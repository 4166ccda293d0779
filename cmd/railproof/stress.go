package main

import (
	"context"
	"io"

	"github.com/spf13/cobra"

	"railproof/checks"
	"railproof/report"
)

// stressOptions is what `railproof stress` is asked to do.
type stressOptions struct {
	sourceFlags
	outputFlags
	nominal, cold bool
}

func newStress(s *streams) *cobra.Command {
	var o stressOptions
	c := &cobra.Command{
		Use:   "stress FILE",
		Short: "Print the stress table of every part, rated or not",
		Long: `stress prints what every part is subjected to, at its worst over all conditions. With --nominal the netlist is
solved once, exactly as written: no variation of line, load or tolerance. The worst over all conditions holds the
switch-on anyway; --cold-start adds it to the netlist as written.`,
		Args: cobra.ExactArgs(1),
		RunE: func(c *cobra.Command, args []string) error { return runStress(c.Context(), s, &o, args[0]) },
	}
	o.sourceFlags.add(c)
	o.outputFlags.add(c, report.StressFormats())
	c.Flags().BoolVar(&o.nominal, "nominal", false, "the netlist exactly as written")
	c.Flags().BoolVar(&o.cold, "cold-start", false, "with --nominal: also the switch-on from empty")
	return c
}

func runStress(ctx context.Context, s *streams, o *stressOptions, file string) error {
	targets, err := o.targets(report.StressFormats())
	if err != nil {
		return err
	}
	if err := o.validate(1); err != nil {
		return err
	}
	if err := spare(named(targets), o.reads(file)); err != nil {
		return err
	}
	result, diagnostics, err := checks.Stresses(ctx, o.options(file), o.nominal, o.cold)
	if err != nil {
		return err
	}
	if len(diagnostics) > 0 {
		return s.refuse(diagnostics)
	}
	if err := o.spare(targets); err != nil {
		return err
	}
	table := report.NewStressTable(result, o.nominal)
	return deliver(s, targets, func(w io.Writer, format string, style report.Style) error { return table.Write(w, format, style) })
}
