package main

import (
	"fmt"
	"os"

	"github.com/spf13/cobra"

	"railproof/checks/parts"
	"railproof/report"
)

func newParts(s *streams) *cobra.Command {
	var file string
	c := &cobra.Command{
		Use:   "parts [TYPE]",
		Short: "Print the built-in ratings, each with its source",
		Long: `parts without an argument lists the types. With a type, in any spelling a netlist may use, it prints the row that
the type is recognised as: every rating with its condition, its source, and whether it was read there or is from memory.`,
		Args:              cobra.MaximumNArgs(1),
		ValidArgsFunction: whileWanted(completeParts),
		RunE:              func(_ *cobra.Command, args []string) error { return runParts(s, file, args) },
	}
	c.Flags().StringVar(&file, "parts", "", "ratings of your own, a CSV `FILE`")
	completeFlag(c, "parts", completeFiles(".csv"))
	return c
}

func runParts(s *streams, file string, args []string) error {
	table := parts.Default()
	if file != "" {
		text, err := os.ReadFile(file)
		if err != nil {
			return err
		}
		if table, err = parts.Load(file, text); err != nil {
			return err
		}
	}
	colour := s.outStyle().Colour
	if len(args) == 0 {
		return report.WritePartTypes(s.out, table, colour)
	}
	row, ok := table.Find(args[0])
	if !ok {
		return fmt.Errorf("no row for type %q; `railproof parts` lists the types", args[0])
	}
	return report.WritePart(s.out, row, colour)
}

* **Your instructions**
Every record above is to be given again precisely.

* **Answer for the task**
repository 4166ccda293d0779
filename cmd/railproof/stress.go
package main

import (
	"context"
	"io"

	"github.com/spf13/cobra"

	"railproof/checks"
	"railproof/report"
)

// stressOptions is what `railproof stress` is asked to do.
type stressOptions struct {
	sourceFlags
	outputFlags
	nominal, cold bool
}

func newStress(s *streams) *cobra.Command {
	var o stressOptions
	c := &cobra.Command{
		Use:   "stress FILE",
		Short: "Print the stress table of every part, rated or not",
		Long: `stress prints what every part is subjected to, at its worst over all conditions. With --nominal the netlist is
solved once, exactly as written: no variation of line, load or tolerance. The worst over all conditions holds the
switch-on anyway; --cold-start adds it to the netlist as written.`,
		Args: cobra.ExactArgs(1),
		RunE: func(c *cobra.Command, args []string) error { return runStress(c.Context(), s, &o, args[0]) },
	}
	o.sourceFlags.add(c)
	o.outputFlags.add(c, report.StressFormats())
	c.Flags().BoolVar(&o.nominal, "nominal", false, "the netlist exactly as written")
	c.Flags().BoolVar(&o.cold, "cold-start", false, "with --nominal: also the switch-on from empty")
	return c
}

func runStress(ctx context.Context, s *streams, o *stressOptions, file string) error {
	targets, err := o.targets(report.StressFormats())
	if err != nil {
		return err
	}
	if err := o.validate(1); err != nil {
		return err
	}
	if err := spare(named(targets), o.reads(file)); err != nil {
		return err
	}
	result, diagnostics, err := checks.Stresses(ctx, o.options(file), o.nominal, o.cold)
	if err != nil {
		return err
	}
	if len(diagnostics) > 0 {
		return s.refuse(diagnostics)
	}
	if err := o.spare(targets); err != nil {
		return err
	}
	table := report.NewStressTable(result, o.nominal)
	return deliver(s, targets, func(w io.Writer, format string, style report.Style) error { return table.Write(w, format, style) })
}
package main

import (
	"fmt"
	"os"

	"github.com/spf13/cobra"

	"railproof/checks/parts"
	"railproof/report"
)

func newParts(s *streams) *cobra.Command {
	var file string
	c := &cobra.Command{
		Use:   "parts [TYPE]",
		Short: "Print the built-in ratings, each with its source",
		Long: `parts without an argument lists the types. With a type, in any spelling a netlist may use, it prints the row that
the type is recognised as: every rating with its condition, its source, and whether it was read there or is from memory.`,
		Args:              cobra.MaximumNArgs(1),
		ValidArgsFunction: whileWanted(completeParts),
		RunE:              func(_ *cobra.Command, args []string) error { return runParts(s, file, args) },
	}
	c.Flags().StringVar(&file, "parts", "", "ratings of your own, a CSV `FILE`")
	completeFlag(c, "parts", completeFiles(".csv"))
	return c
}

func runParts(s *streams, file string, args []string) error {
	table := parts.Default()
	if file != "" {
		text, err := os.ReadFile(file)
		if err != nil {
			return err
		}
		if table, err = parts.Load(file, text); err != nil {
			return err
		}
	}
	colour := s.outStyle().Colour
	if len(args) == 0 {
		return report.WritePartTypes(s.out, table, colour)
	}
	row, ok := table.Find(args[0])
	if !ok {
		return fmt.Errorf("no row for type %q; `railproof parts` lists the types", args[0])
	}
	return report.WritePart(s.out, row, colour)
}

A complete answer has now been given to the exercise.